—Poems and Photos by Joyce Odam, Sacramento
FIRE POEM
O welcome to me now.
You have remembered me
and are here.
Come close to the fire.
I am cold.
Hold my hands.
They are shaking to touch you.
Dry the rain from my body.
I have been standing outside
looking for you.
The bottle is only half empty.
Pour the wine.
Tell me why you have come.
Never mind the real truth,
tell me the lie.
What have you brought me
to make me love you?
Let me tell you why
I leave the door
and the windows open:
The wind is afraid to enter!
Did you know
you are braver than the wind?
(from Nocturnes, Frith Press, 1995)
FIRE TENDER
Bent there with many matches
you light the green wood,
feeding it paper.
How slowly it catches.
We read the papers fast
so you can burn them. All winter
you bring in branches and scrap lumber,
balancing the result between them,
filling the old black stove
that is rib-thin but useful to us.
It isn’t a leaner year than any other,
but we are colder.
_______________________
FIRE HOOP
She is coming toward me with her hoop.
But I don’t like her fire-ring, or the way
she seems to burn on the other side of it.
She is wearing red tights, her bright face
smiling in the heat-waves, her too-white
skin pouring out in shimmering directions
through the flames. Her unlit hands hold
the fire-hoop steady as she bids me leap.
(first pub. in Poetry Bone, 2001)
THE RESIDUE
The burnt trees—hillsides of them,
here and there a roof-top—
scorched but saved.
And the sky—thick with wind-borne
stench and flare—the fiery sunsets—
the quiet that remains—like a hum
—like the hum of a great chorus
building its crescendo
to a wail.
And how many animals were too slow?
For years the hillsides gape—for miles,
the charcoal-sketches of dead trees.
_____________________
WHAT FIRE WOULD SYMBOLIZE
The glass birds on the mantle draw the vein
of dying fire that burns its fluid way
into the lifeless centers to dismay
incarnate sparrows, animate with pain;
for something moves below the lucent grain
of sculpture—call it light, or call if play
of Life—but something enters them and they
pulsate with its last efforts to sustain.

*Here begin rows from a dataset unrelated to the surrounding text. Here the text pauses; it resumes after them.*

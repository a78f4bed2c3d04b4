"""Benefit beside harm: outcomes in the same form, each with its own risk, never added."""

from __future__ import annotations

from dataclasses import replace

from app.appraisal.examples import LEG_ULCER
from app.appraisal.run import appraise
from app.appraisal.sheet import Sheet, TypedArm, TypedOutcome
from app.intake.sheet import gather
from app.present.balance import COMPONENTS, HORIZONS, BalanceView, balance_view


def view(sheet: Sheet = LEG_ULCER) -> BalanceView | None:
    return balance_view(sheet, appraise(gather(sheet).input), "95% interval")


def test_benefit_and_harm_in_the_same_form() -> None:
    found = view()
    assert found is not None
    assert found.per == "per 1000 people, 12 months, against Usual care; at the trial’s own risks"
    assert [(r.name, r.without, r.with_it, r.change, r.interval) for r in found.rows] == [
        ("Recurrence", "164", "110", "54 fewer", "7 to 101 fewer"),
        ("Skin irritation", "56", "122", "66 more", "27 to 106 more"),
    ]
    assert found.cautions == ()
    assert 'aria-label="Skin irritation: 66 more per 1000, 27 to 106 more"' in found.rows[1].strip


def test_what_keeps_outcomes_apart_is_said() -> None:
    first, second = LEG_ULCER.outcomes
    part = replace(second, horizon="3 months", part_of="component")
    open_one = TypedOutcome(name="Pain", arms=(TypedArm(total="418", percentage="11"), TypedArm(total="409", percentage="16")))
    found = view(replace(LEG_ULCER, outcomes=(first, part, open_one)))
    assert found is not None
    assert [row.part for row in found.rows] == [False, True]
    assert found.cautions == (HORIZONS, COMPONENTS, "Left out, for more than one table fits or none: Pain.")
    assert found.per == "per 1000 people, against Usual care; at the trial’s own risks"


def test_one_outcome_alone_has_nothing_beside_it() -> None:
    assert view(replace(LEG_ULCER, outcomes=LEG_ULCER.outcomes[:1])) is None
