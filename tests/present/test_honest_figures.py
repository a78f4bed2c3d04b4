"""Figures that rounding, rare events or odd names once made say what is not so."""

from __future__ import annotations

import re

import pytest

from app.appraisal.model import AppraisalInput, OutcomeInput
from app.appraisal.run import appraise
from app.errors import PrintedProblem
from app.present.numerals import fixed, p_value
from app.present.results import ResultsView, results_view
from app.present.wording import Names, isolated
from app.printed.number import read_number
from tests.claims_maker import arm_claims

NAMES = Names("drug", "placebo", "an event", "1 year", fixed_time=True)


def shown(a: int, n1: int, c: int, n2: int, **settings: object) -> ResultsView:
    claims = arm_claims("intervention", events=str(a), total=str(n1)) + arm_claims("comparator", events=str(c), total=str(n2))
    given = OutcomeInput(claims, **{"follow_up": "fixed", "horizon": "1 year", "event_is": "unwanted", **settings})  # type: ignore[arg-type]
    return results_view(appraise(AppraisalInput((given,))).outcomes[0], NAMES)


def ticks(svg: object) -> list[str]:
    return re.findall(r"<text[^>]*>([^<]*)</text>", str(svg))


@pytest.mark.parametrize("table", [(20, 3000, 40, 3000), (5, 1000, 0, 1000), (600, 10**6, 100, 10**6), (1, 1000, 7583, 12345)])
def test_ticks_of_an_axis_are_told_apart(table: tuple[int, int, int, int]) -> None:
    view = shown(*table)
    for item in (*view.absolute, *view.relative):
        labels = ticks(item.strip)
        assert len(set(labels)) == len(labels), item.name
        assert not any("e" in label for label in labels), labels


@pytest.mark.parametrize(
    ("table", "value"),
    [
        ((15, 10_000, 20, 10_000), "0.050 points lower"),
        ((94, 43_448, 162, 43_448), "0.16 points lower"),
        ((17, 20_000, 34, 20_000), "0.085 points lower"),
        ((46, 418, 67, 409), "5.4 points lower"),
    ],
)
def test_small_differences_keep_two_digits(table: tuple[int, int, int, int], value: str) -> None:
    assert shown(*table).absolute[0].value == value


def test_a_reduction_is_whole_only_where_nobody_has_the_event() -> None:
    reduction = shown(1, 10_000, 300, 10_000).relative[1]
    assert (reduction.value, reduction.beside) == ("99.7%", "0.3% of the risk with placebo")
    assert shown(0, 10_000, 300, 10_000).relative[1].value == "100%"


def test_a_positive_ratio_is_never_printed_as_none() -> None:
    odds = shown(1, 12_345, 2, 3).relative[2]
    assert float(odds.value) > 0
    others = [other.interval for other in shown(0, 100, 0, 100).relative[0].others]
    assert all(not text.startswith("0 to") for text in others if text[:1].isdigit() and "any" not in text and "0.0" not in text)


@pytest.mark.parametrize("text", ["0.110", "0,123", "0.418"])
def test_a_proportion_is_no_count(text: str) -> None:
    with pytest.raises(PrintedProblem, match="count_with_decimals"):
        read_number(text, "count")


@pytest.mark.parametrize("table", [(4, 20, 5, 20), (1, 9, 1, 8), (3, 3, 49, 50)])
def test_float_noise_gains_no_digits(table: tuple[int, int, int, int]) -> None:
    view = shown(*table)
    assert view.p_values is not None
    assert not any("0000" in text for text in (view.p_values.first, *view.p_values.others))
    assert p_value(0.9999999999999986) == "=1.00"


def test_limits_of_a_difference_end_at_a_hundred_points() -> None:
    for table in ((0, 1, 1, 1), (0, 50, 50, 50)):
        for other in shown(*table).absolute[0].others:
            assert all(float(number) <= 100 for number in re.findall(r"[0-9.]+", other.interval))


def test_needed_to_treat_is_at_least_one() -> None:
    for other in shown(9, 10, 1, 10).absolute[1].others:
        assert all(float(number) >= 1 for number in re.findall(r"[0-9.]+", other.interval))


def test_ends_that_round_alike_are_no_range() -> None:
    view = shown(999_999, 10**9, 123_456, 10**9)
    assert view.people is not None
    assert "anything from" not in view.people.rest


def test_case_control_notes_speak_of_what_is_shown() -> None:
    slugs = {note.slug for note in shown(46, 418, 67, 409, design="case_control", follow_up="not_said", horizon="").notes}
    assert slugs.isdisjoint({"time_not_stated", "naive_follow_up"})


def test_names_cannot_turn_the_sentence_around_them() -> None:
    assert isolated("drug\u202e") == "drug"
    assert isolated("מוות") == "\u2068מוות\u2069"
    assert isolated("Usual care") == "Usual care"


def test_any_number_of_decimals_is_written() -> None:
    assert fixed(1.0, 36) == "1." + "0" * 36
    assert fixed(1e300, 0).startswith("1,000,000")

Crystal attempts what fire would symbolize;
the force that is transparent in closed wings
pumps through a strange dimension not its own.
the fire burns out—the glass birds do not rise,
for life cannot exist in soulless things;
yet, in the mirror, two glad birds are flown.

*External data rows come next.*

"""What a template shows is what its dataclass declares: undefined names fail, unused fields are found."""

from __future__ import annotations

import dataclasses
import re

import pytest

from app.appraisal.examples import LEG_ULCER
from app.appraisal.sheet import Sheet
from app.errors import FieldProblem
from app.present import balance, boxes, effects, pages, paper, passage, patients, people, results, wording
from app.present.assets import asset_folder
from app.present.patterns import patterns_view
from app.present.templating import environment, render, static_address
from app.settings import Settings

VIEWS = [
    boxes.FieldView,
    boxes.ChoiceView,
    boxes.ArmBoxes,
    boxes.FigureRow,
    boxes.RiskRow,
    balance.BalanceRow,
    balance.BalanceView,
    patients.CarriedRow,
    patients.CarriedGroup,
    patients.PatientsView,
    passage.Piece,
    passage.UnreadView,
    passage.PassageView,
    paper.PartView,
    paper.PartGroup,
    paper.PaperView,
    pages.OutcomeLine,
    pages.TabView,
    pages.ShelfLine,
    pages.ConflictView,
    pages.SheetView,
    pages.HomeView,
    pages.ProblemView,
    effects.MeasureView,
    effects.OtherInterval,
    results.ArmRow,
    results.TablesView,
    results.PView,
    results.ResultsView,
    people.PeopleView,
    people.ArrayView,
    people.KeyLine,
    wording.NoteText,
]
NOT_FOR_SHOW = {"ArmBoxes.shown_name"}


def _templates() -> str:
    return "".join(path.read_text() for path in asset_folder("templates").rglob("*.html"))


@pytest.mark.parametrize("view", VIEWS, ids=lambda v: v.__name__)
def test_every_declared_field_is_shown(view: type) -> None:
    text = _templates()
    unused = [
        field.name
        for field in dataclasses.fields(view)
        if not re.search(rf"[\w\]]\.{field.name}\b", text) and f"{view.__name__}.{field.name}" not in NOT_FOR_SHOW
    ]
    assert not unused


def test_pattern_page_renders() -> None:
    assert render("patterns/patterns.html", patterns_view()).count('class="measure"') == 6 * 5 - 4


def test_everything_is_escaped_whatever_the_ending() -> None:
    made = environment().from_string("{{ view }}")
    assert made.render(view="<script>'\"&") == "&lt;script&gt;&#39;&#34;&amp;"


def test_static_address_carries_a_digest() -> None:
    assert re.fullmatch(r"/static/sheet\.js\?[0-9a-f]{12}", static_address("sheet.js"))


def test_example_says_that_it_is_invented() -> None:
    assert LEG_ULCER.invented
    assert not Sheet().invented


def test_settings_place_the_shelf_in_the_data_folder(tmp_path: object) -> None:
    settings = Settings(tmp_path)  # type: ignore[arg-type]
    assert settings.shelf_path.parent == tmp_path


def test_problem_page_renders() -> None:
    problem = FieldProblem("f", "What.", "How.", "slug")
    page = render("problem.html", pages.ProblemView("Title", problem.message, problem.hint, "1"))
    assert "<h1>Title</h1>" in page
    assert "What. How." in page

(pub. in WN&Q; The American Bard [Page Poet], 1966
and My Stranger Hands, Wagon & Star Publishers, 1967)
YEATS, BY FIRELIGHT
Ah, it is only love that he loves,
so quietly sad, so melancholy,
contented with
the drama of his loneliness,
sitting by the fireside
with a book
and letting his mind stray
elsewhere.
Where?
—to love, of course—
those who have it
and those who do not.
He is an icon in the firelight
—half shadow,
half pose—
of such great loss.
How can he bear it!
Ah, poetry, of course—his,
and the words of others—
recalling the loves he almost had,
filling the past with memories,
perfected. He is contented enough.
He has the sympathy of the many
who feel the way he feels.
______________________
Today's LittleNip:
COMING TO THE FLAME
here comes death now
on its little gray wing
I can hear it down the hall
I have lit a
low candle for it…
moth…
oh moth… oh moth…
(from The Hearkeners, Charas Press, 1973)
______________________
—Medusa, with thanks to Joyce Odam for today's poems and pix, and to Robin Odam for stepping in when Joyce's email went snarky (curse those mailer daemons!). Joyce's computer woes have spawned our new Seed of the Week: Everyday Daemons. Send your poetic thoughts and pictures about same to kathykieth@hotmail.com/. No deadline on SOWs, though—write about this or any other subject. The snakes of Medusa are always hungry!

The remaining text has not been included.